BACKGROUND: I am trying to migrate a Windows XP Pro-based file server to a Linux-based x86 system running Samba. I just cleanly installed Fedora Core 2 on the system, and I am using the default Samba package that came with it (3.0.3-5). My network is running a NT4 PDC for authentication, and I am using winbind to integrate into the domain. I am running EXT3 on my linux box, and I have turned on the user_xattr and acl mount options on the FS on which my share resides. PROBLEM: The XP system has many files with ACLs that I would like to preserve. When using the "xcopy /O" command from the WinXP command prompt to try to copy these files to my Linux box, it comes up with an "Access Denied" error. The file size on the Linux box becomes 0 and the ACLs are not preserved at all. I also made sure that none of the users in the ACL were local users, and that they were all domain users, but the problem still exists. However, I can set ACLs on files residing on the Linux box from WinXP, and that appears to work fine.

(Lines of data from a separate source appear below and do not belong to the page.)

package org.risetrace.sim;

import org.risetrace.registration.Homography;
import com.fasterxml.jackson.core.util.DefaultIndenter;
import com.fasterxml.jackson.core.util.DefaultPrettyPrinter;
import com.fasterxml.jackson.databind.ObjectWriter;
import org.risetrace.board.Board;
import org.risetrace.board.Outline;
import org.risetrace.board.Part;
import org.risetrace.io.Sidecar;
import org.risetrace.io.write.FrameEncoding;
import org.risetrace.io.write.FrameWriters;

import java.io.IOException;
import java.io.UncheckedIOException;
import java.nio.charset.StandardCharsets;
import java.nio.file.Files;
import java.nio.file.Path;
import java.util.ArrayList;
import java.util.LinkedHashMap;
import java.util.List;
import java.util.Map;
import java.util.concurrent.ExecutionException;
import java.util.concurrent.ExecutorService;
import java.util.concurrent.Executors;
import java.util.concurrent.Future;

/**
 * Runs a scenario: the board heat model through the series' time span, then the camera model per frame, and
 * writes the frames, {@code series.json}, {@code board.json} and {@code truth.json}. Same scenario and seed give
 * the same bytes (seeded generators only, no wall clock; frames rendered in parallel are independent).
 */
public final class Simulator {
    private Simulator() {
    }

    /** JSON writer with fixed "\n" line ends, so the bytes do not depend on the platform. */
    static final ObjectWriter JSON_OUT;

    static {
        DefaultPrettyPrinter pp = new DefaultPrettyPrinter()
                .withObjectIndenter(new DefaultIndenter("  ", "\n"))
                .withArrayIndenter(DefaultPrettyPrinter.FixedSpaceIndenter.instance);
        JSON_OUT = Scenario.JSON.writer(pp);
    }

    /** Thermal history sampled at the frame times. */
    record History(double[] tS, float[][] cellsC, double[][] partsC, double[] ambientC, double[] powerW,
                   double loC, double hiC, Truth.Energy energy, BoardModel model) {
    }

    /** Receives each frame's thermal state as soon as the heat model has reached the frame's time. */
    interface FrameSink {
        void accept(int frame, float[] cellsC, double[] partsC, double ambientC);
    }

    /** Runs the heat model and samples it at the frame times (no camera). */
    static History thermal(Scenario s) {
        return thermal(s, null, null);
    }

    /** As {@link #thermal(Scenario)}, reusing a board model and handing each frame to {@code sink} (may be null). */
    static History thermal(Scenario s, BoardModel given, FrameSink sink) {
        BoardModel bm = given != null ? given : new BoardModel(s);
        ThermalModel tm = bm.model;
        int cells = bm.nx * bm.ny, nParts = bm.parts.size(), n = s.frames().count();
        double amb0 = bm.ambientAt(0);
        tm.fill(amb0);
        double[] power = new double[tm.nodes()];
        if ("idle-steady".equals(s.board().initialOrDefault())) tm.steady(bm.idleW.clone(), amb0);
        double[] initial = tm.temperature().clone();
        double[] tS = new double[n], ambient = new double[n], powerW = new double[n];
        float[][] cellSnap = new float[n][];
        double[][] partSnap = new double[n][];
        double lo = amb0, hi = amb0;
        double t = 0, dt = s.frames().timeStepOrDefault();
        for (int k = 0; k < n; k++) {
            double tk = k * s.frames().intervalS();
            while (t < tk - 1e-9) {
                double h = Math.min(dt, tk - t);
                bm.powerOver(t, t + h, power);
                tm.step(h, power, bm.ambientAt(t + h));
                t += h;
            }
            t = tk;
            tS[k] = tk;
            ambient[k] = bm.ambientAt(tk);
            powerW[k] = s.fault().powerW() * bm.onFraction(tk, tk + 1e-6);
            double[] temp = tm.temperature();
            float[] c = new float[cells];
            for (int i = 0; i < cells; i++) {
                c[i] = (float) temp[i];
                lo = Math.min(lo, temp[i]);
                hi = Math.max(hi, temp[i]);
            }
            double[] p = new double[nParts];
            for (int i = 0; i < nParts; i++) {
                p[i] = temp[cells + i];
                lo = Math.min(lo, p[i]);
                hi = Math.max(hi, p[i]);
            }
            lo = Math.min(lo, ambient[k]);
            hi = Math.max(hi, ambient[k]);
            cellSnap[k] = c;
            partSnap[k] = p;
            if (sink != null) sink.accept(k, c, p, ambient[k]);
        }
        Truth.Energy energy = new Truth.Energy(tm.injectedJ(), tm.storedJ(initial), tm.lostJ());
        return new History(tS, cellSnap, partSnap, ambient, powerW, lo, hi, energy, bm);
    }

    /** Simulates the scenario and writes everything into {@code outDir} (created when missing). */
    public static SimulationOutput run(Scenario s, Path outDir) {
        try {
            Files.createDirectories(outDir);
        } catch (IOException e) {
            throw new UncheckedIOException("cannot create " + outDir, e);
        }
        BoardModel bm = new BoardModel(s);
        Renderer renderer = new Renderer(s, bm);
        // apparent-temperature tables from 20 K below to 60 K above ambient; they grow when a part gets hotter
        double amb0 = bm.ambientAt(0);
        renderer.prepare(amb0 - 20, amb0 + 60);

        int n = s.frames().count();
        double wMm = s.board().widthMm(), hMm = s.board().heightMm();
        Homography base = CameraModel.basePose(s.camera(), wMm, hMm);
        Homography[] motion = CameraModel.motions(s.camera(), n, s.seed());
        Homography[] boardToFrame = new Homography[n];
        for (int k = 0; k < n; k++) boardToFrame[k] = motion[k].compose(base);

        FrameEncoding enc = s.camera().encodingOrDefault();
        String[] names = new String[n];
        for (int k = 0; k < n; k++) names[k] = String.format(java.util.Locale.ROOT, "f%04d.%s", k + 1, enc.extension());
        double[][] spans = new double[n][];
        java.time.Instant exifStart = s.camera().exifStart() == null ? null : java.time.Instant.parse(s.camera().exifStart());
        int threads = Math.max(1, Math.min(2, Runtime.getRuntime().availableProcessors()));
        ExecutorService pool = Executors.newFixedThreadPool(threads, r -> {
            Thread th = new Thread(r, "risetrace-render");
            th.setDaemon(true);
            return th;
        });
        ThreadLocal<Renderer.Buffers> buffers = ThreadLocal.withInitial(renderer::buffers);
        List<Future<?>> jobs = new ArrayList<>();
        // the heat model runs on this thread; each frame is rendered and written on the pool as soon as it is ready
        FrameSink sink = (k, cellsC, partsC, ambientC) -> jobs.add(pool.submit(() -> {
            Renderer.Buffers buf = buffers.get();
            renderer.render(cellsC, partsC, ambientC, boardToFrame[k], noiseSeed(s.seed(), k), buf);
            double[] span = null;
            if (enc == FrameEncoding.U8_SPAN_PNG) {
                span = s.camera().autoSpanOrFalse() ? autoSpan(buf.image) : s.camera().spanC().clone();
                spans[k] = span;
            }
            Path file = outDir.resolve(names[k]);
            FrameWriters.write(file, enc, renderer.width, renderer.height, buf.image, span);
            if (exifStart != null && enc.extension().equals("tif"))
                FrameWriters.addExifTime(file, exifStart.plusNanos(Math.round(k * s.frames().intervalS() * 1e9)));
        }));
        History hist;
        try {
            hist = thermal(s, bm, sink);
            for (Future<?> f : jobs) f.get();
        } catch (InterruptedException e) {
            Thread.currentThread().interrupt();
            throw new IllegalStateException("interrupted", e);
        } catch (ExecutionException e) {
            if (e.getCause() instanceof RuntimeException re) throw re;
            throw new IllegalStateException(e.getCause());
        } finally {
            pool.shutdownNow();
        }

        // truth
        List<Truth.TruthFrame> tf = new ArrayList<>();
        for (int k = 0; k < n; k++) {
            double[][] corners = CameraModel.corners(boardToFrame[k], wMm, hMm);
            tf.add(new Truth.TruthFrame(names[k], hist.tS()[k], hist.ambientC()[k], hist.powerW()[k], corners,
                    boardToFrame[k].rows()));
        }
        Map<String, double[]> partTemps = new LinkedHashMap<>();
        Map<String, Double> partE = new LinkedHashMap<>();
        List<Truth.UnmarkedPart> unmarked = new ArrayList<>();
        List<Part> boardParts = new ArrayList<>();
        for (int p = 0; p < bm.parts.size(); p++) {
            Scenario.PartSpec ps = bm.parts.get(p);
            double[] v = new double[n];
            for (int k = 0; k < n; k++) v[k] = hist.partsC()[k][p];
            partTemps.put(ps.ref(), v);
            partE.put(ps.ref(), ps.emissivityOrDefault());
            if (s.isMarked(ps.ref())) {
                boardParts.add(new Part(ps.ref(), ps.kind(), ps.material(), ps.xMm(), ps.yMm(), ps.wMm(), ps.hMm(),
                        ps.rotationDeg()));
            } else {
                unmarked.add(new Truth.UnmarkedPart(ps.ref(), ps.kind(), ps.xMm(), ps.yMm(), ps.wMm(), ps.hMm()));
            }
        }
        List<Truth.Source> sources = new ArrayList<>();
        for (Scenario.SourceShare src : s.fault().sourcesOrEmpty())
            sources.add(new Truth.Source(src.ref(), s.fault().powerW() * src.share(), src.share()));
        Truth truth = new Truth(s.name(), s.seed(), sources, tf, partTemps, partE, unmarked,
                hist.ambientC()[0], s.reflectedCOrDefault(), s.frames().injectionStartS(), s.camera().netdOrDefault(),
                s.fault().waveformOrDefault(), s.fault().periodS(),
                new Truth.Grid(bm.nx, bm.ny, bm.dxMm, bm.dyMm, s.frames().timeStepOrDefault()), hist.energy());

        // board file: the outline as a user would click it on the first frame, to the nearest half pixel
        double[][] clicked = CameraModel.corners(boardToFrame[0], wMm, hMm);
        for (double[] c : clicked) {
            c[0] = Math.round(c[0] * 2) / 2.0;
            c[1] = Math.round(c[1] * 2) / 2.0;
        }
        String boardName = s.board().name() != null ? s.board().name() : s.name();
        Board board = new Board(boardName, new double[]{wMm, hMm}, new Outline(names[0], clicked, null), boardParts, null);

        // sidecar
        Map<String, Sidecar.FrameEntry> entries = new LinkedHashMap<>();
        for (int k = 0; k < n; k++) {
            boolean perFrameSpan = enc == FrameEncoding.U8_SPAN_PNG && s.camera().autoSpanOrFalse();
            entries.put(names[k], new Sidecar.FrameEntry(hist.tS()[k], perFrameSpan ? spans[k] : null));
        }
        Scenario.InjectionSpec inj = s.injection();
        Sidecar.Injection injection = inj == null
                ? new Sidecar.Injection(s.frames().injectionStartS(), null, null, null, null, null, null)
                : new Sidecar.Injection(s.frames().injectionStartS(), inj.fromRail(), inj.toRail(), inj.volts(),
                inj.currentLimitA(), inj.supply(), inj.notes());
        if ("square".equals(s.fault().waveformOrDefault())) // a periodic injection: its timing, for lock-in
            injection = new Sidecar.Injection(injection.startS(), injection.fromRail(), injection.toRail(),
                    injection.volts(), injection.currentLimitA(), injection.supply(), injection.notes(),
                    s.fault().periodS(), s.fault().dutyOrDefault() * s.fault().periodS(), null);
        double[] fixedSpan = enc == FrameEncoding.U8_SPAN_PNG && !s.camera().autoSpanOrFalse() ? s.camera().spanC() : null;
        Sidecar sidecar = new Sidecar(enc.profile(), s.frames().intervalS(), fixedSpan, s.reflectedCOrDefault(), entries,
                injection, "simulated by risetrace from scenario '" + s.name() + "', seed " + s.seed());

        writeJson(outDir.resolve("truth.json"), truth);
        writeJson(outDir.resolve("board.json"), board);
        writeJson(outDir.resolve("series.json"), sidecar);
        List<Path> files = new ArrayList<>();
        for (String name : names) files.add(outDir.resolve(name));
        return new SimulationOutput(outDir, files, board, sidecar, truth);
    }

    static long noiseSeed(long seed, int frame) {
        long z = seed * 0x9E3779B97F4A7C15L + (frame + 1) * 0xBF58476D1CE4E5B9L;
        z = (z ^ (z >>> 31)) * 0x94D049BB133111EBL;
        return z ^ (z >>> 29);
    }

    /** An auto-ranging camera's span: the frame's own minimum and maximum, widened to 0.1 degC and at least 2 K. */
    static double[] autoSpan(float[] image) {
        double lo = Double.POSITIVE_INFINITY, hi = Double.NEGATIVE_INFINITY;
        for (float v : image) {
            lo = Math.min(lo, v);
            hi = Math.max(hi, v);
        }
        lo = Math.floor(lo * 10) / 10;
        hi = Math.ceil(hi * 10) / 10;
        if (hi - lo < 2) {
            double mid = 0.5 * (lo + hi);
            lo = Math.floor((mid - 1) * 10) / 10;
            hi = lo + 2;
        }
        return new double[]{lo, hi};
    }

    static void writeJson(Path file, Object value) {
        try {
            String text = JSON_OUT.writeValueAsString(value) + "\n";
            Files.write(file, text.getBytes(StandardCharsets.UTF_8));
        } catch (IOException e) {
            throw new UncheckedIOException("cannot write " + file, e);
        }
    }
}
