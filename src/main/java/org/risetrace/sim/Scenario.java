package org.risetrace.sim;

import com.fasterxml.jackson.annotation.JsonIgnoreProperties;
import com.fasterxml.jackson.annotation.JsonInclude;
import com.fasterxml.jackson.annotation.JsonProperty;
import com.fasterxml.jackson.core.JsonProcessingException;
import com.fasterxml.jackson.databind.DeserializationFeature;
import com.fasterxml.jackson.databind.JsonMappingException;
import com.fasterxml.jackson.databind.ObjectMapper;
import com.fasterxml.jackson.databind.exc.UnrecognizedPropertyException;
import org.risetrace.frame.InputRejected;
import org.risetrace.io.write.FrameEncoding;

import java.io.IOException;
import java.nio.file.Files;
import java.nio.file.Path;
import java.util.ArrayList;
import java.util.HashSet;
import java.util.List;
import java.util.Set;
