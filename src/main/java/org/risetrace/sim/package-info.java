/** Simulation: a board heat model, a camera model and scenario files that write frames with their ground truth. Uses io writers, board and calibration. */
package org.risetrace.sim;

Could you try the patch from http://lists.samba.org/archive/samba-cvs/2004-July/050023.html and set 'force unknown acl user = yes'. Even if you have set the owners to domain users, your installation might stumble over the owning groups that do also exists in NT security descriptors.
Yes, this patch fixes it. Is this going to be in the main release tree in the future? Why was this feature disabled for Samba 3.0?
Great! The patch is already part of 3.0.5rc1 and will thus be part of 3.0.5 later on. The bug can be closed now (what I can not do myself).